**Task details**
State the number of lines in the listing that contain "exponent". No further words are expected.
Data for analysis Block Start
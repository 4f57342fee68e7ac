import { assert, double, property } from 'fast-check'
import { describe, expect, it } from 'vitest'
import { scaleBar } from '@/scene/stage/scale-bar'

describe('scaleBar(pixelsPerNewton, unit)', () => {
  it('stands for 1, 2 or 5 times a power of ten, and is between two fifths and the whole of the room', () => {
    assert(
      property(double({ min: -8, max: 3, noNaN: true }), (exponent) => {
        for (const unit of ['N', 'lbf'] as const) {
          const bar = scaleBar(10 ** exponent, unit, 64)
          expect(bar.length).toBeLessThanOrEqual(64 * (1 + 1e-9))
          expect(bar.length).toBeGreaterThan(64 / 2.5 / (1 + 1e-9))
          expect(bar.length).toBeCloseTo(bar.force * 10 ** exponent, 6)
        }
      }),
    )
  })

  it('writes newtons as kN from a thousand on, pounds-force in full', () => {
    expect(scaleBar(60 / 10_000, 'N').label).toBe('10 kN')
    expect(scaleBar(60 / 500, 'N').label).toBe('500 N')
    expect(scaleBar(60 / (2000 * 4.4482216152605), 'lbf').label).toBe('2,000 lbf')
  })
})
Data for analysis Block End
Data for analysis Block Start
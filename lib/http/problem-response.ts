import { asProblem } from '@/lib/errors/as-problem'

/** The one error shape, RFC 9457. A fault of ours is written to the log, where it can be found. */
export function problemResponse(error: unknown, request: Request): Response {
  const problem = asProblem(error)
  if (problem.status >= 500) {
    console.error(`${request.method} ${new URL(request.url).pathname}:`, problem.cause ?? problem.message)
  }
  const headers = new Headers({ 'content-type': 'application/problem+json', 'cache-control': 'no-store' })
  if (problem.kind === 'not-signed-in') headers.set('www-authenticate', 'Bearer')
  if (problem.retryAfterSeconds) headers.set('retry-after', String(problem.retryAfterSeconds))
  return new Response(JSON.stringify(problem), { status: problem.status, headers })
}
Data for analysis Block End
**Answer**
3